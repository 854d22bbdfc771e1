// Package localpg runs a private PostgreSQL cluster for curvekeeper when no
// database server is configured: it finds the machine's PostgreSQL programs,
// creates a cluster in a data folder on first start (initdb), reuses it
// afterwards, and runs the server as a child process that listens only on a
// Unix socket (no TCP port) and accepts only its own user.
//
// Layout of the data folder:
//
//	<DataDir>/pgdata        the cluster (PGDATA)
//	<DataDir>/run           the Unix socket folder (unless the path is too long)
//	<DataDir>/postgres.log  the server's log
//
// When the process runs as root, initdb and postgres run as the postgres
// system user, which owns pgdata and run; folders above the data folder that
// it cannot search get o+x (logged).
package localpg

import (
	"context"
	"errors"
	"fmt"
	"log/slog"
	"net/url"
	"os"
	"os/exec"
	"path/filepath"
	"runtime"
	"strings"
	"sync"
	"syscall"
	"time"

	"github.com/jackc/pgx/v5"
	"github.com/jackc/pgx/v5/pgconn"
)

// Database is the database Start creates on first start; URL names it.
const Database = "curvekeeper"

// superuser is the cluster's superuser role (initdb --username), whatever
// the operating-system user.
const superuser = "postgres"

// port names the socket file (.s.PGSQL.5432); no TCP port is opened.
const port = "5432"

// maxSocketPath is the longest Unix socket path Linux accepts (sun_path is
// 108 bytes including the terminating NUL).
const maxSocketPath = 107

const tempSocketPrefix = "curvekeeper-pg-"

// Options configures Start.
type Options struct {
	// DataDir is the data folder; it is created when missing.
	DataDir string
	// Logger receives what the cluster manager does; nil discards it. The
	// server's own log goes to DataDir/postgres.log.
	Logger *slog.Logger
	// SearchPath, when non-nil, replaces PATH and /usr/lib/postgresql/*/bin
	// as the folders searched for initdb and postgres (tests use it).
	SearchPath []string
	// NoSync skips fsync in initdb and in the server (fsync, synchronous
	// commit and full-page writes off). Only for throwaway clusters such as
	// tests: a crash of the machine (not of the process) can corrupt them.
	NoSync bool
	// StartTimeout bounds the wait for the server to accept connections and
	// for a server left over by an earlier run to stop; 30 s when zero.
	StartTimeout time.Duration
	// Settings are extra server settings, each "name=value", passed to
	// postgres with -c (they win over postgresql.conf and ALTER SYSTEM).
	// Tests use them for a small shared_buffers, fewer connections and
	// synchronous_standby_names.
	Settings []string
}

// Cluster is a running private PostgreSQL server.
type Cluster struct {
	dataDir    string
	pgData     string
	socketDir  string
	tempSocket bool // socketDir was made under os.TempDir and is removed on Stop
	logPath    string
	log        *slog.Logger

	lock    *os.File // flock'd DataDir/localpg.lock, held while the cluster runs
	pid     int
	exited  chan struct{} // closed once the server process has been reaped
	waitErr error         // the server's exit status; read after exited

	stopOnce sync.Once
	stopErr  error

	bins binaries
	acct account
}

// Start starts the cluster in opt.DataDir, creating it first when the folder
// holds none, and returns once the server accepts connections on its socket
// and the database curvekeeper exists.
func Start(ctx context.Context, opt Options) (*Cluster, error) {
	return start(ctx, opt, nil)
}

# # # #

__AIM OF THE EXERCISE__: Would you please copy exactly the part of the entries above that begins at the line containing "Layout of the" and ends at the line containing "PATH and /usr/lib/postgresql/*/bin", both lines included?

__EXERCISE SOLUTION__:
// Layout of the data folder:
//
//	<DataDir>/pgdata        the cluster (PGDATA)
//	<DataDir>/run           the Unix socket folder (unless the path is too long)
//	<DataDir>/postgres.log  the server's log
//
// When the process runs as root, initdb and postgres run as the postgres
// system user, which owns pgdata and run; folders above the data folder that
// it cannot search get o+x (logged).
package localpg

import (
	"context"
	"errors"
	"fmt"
	"log/slog"
	"net/url"
	"os"
	"os/exec"
	"path/filepath"
	"runtime"
	"strings"
	"sync"
	"syscall"
	"time"

	"github.com/jackc/pgx/v5"
	"github.com/jackc/pgx/v5/pgconn"
)

// Database is the database Start creates on first start; URL names it.
const Database = "curvekeeper"

// superuser is the cluster's superuser role (initdb --username), whatever
// the operating-system user.
const superuser = "postgres"

// port names the socket file (.s.PGSQL.5432); no TCP port is opened.
const port = "5432"

// maxSocketPath is the longest Unix socket path Linux accepts (sun_path is
// 108 bytes including the terminating NUL).
const maxSocketPath = 107

const tempSocketPrefix = "curvekeeper-pg-"

// Options configures Start.
type Options struct {
	// DataDir is the data folder; it is created when missing.
	DataDir string
	// Logger receives what the cluster manager does; nil discards it. The
	// server's own log goes to DataDir/postgres.log.
	Logger *slog.Logger
	// SearchPath, when non-nil, replaces PATH and /usr/lib/postgresql/*/bin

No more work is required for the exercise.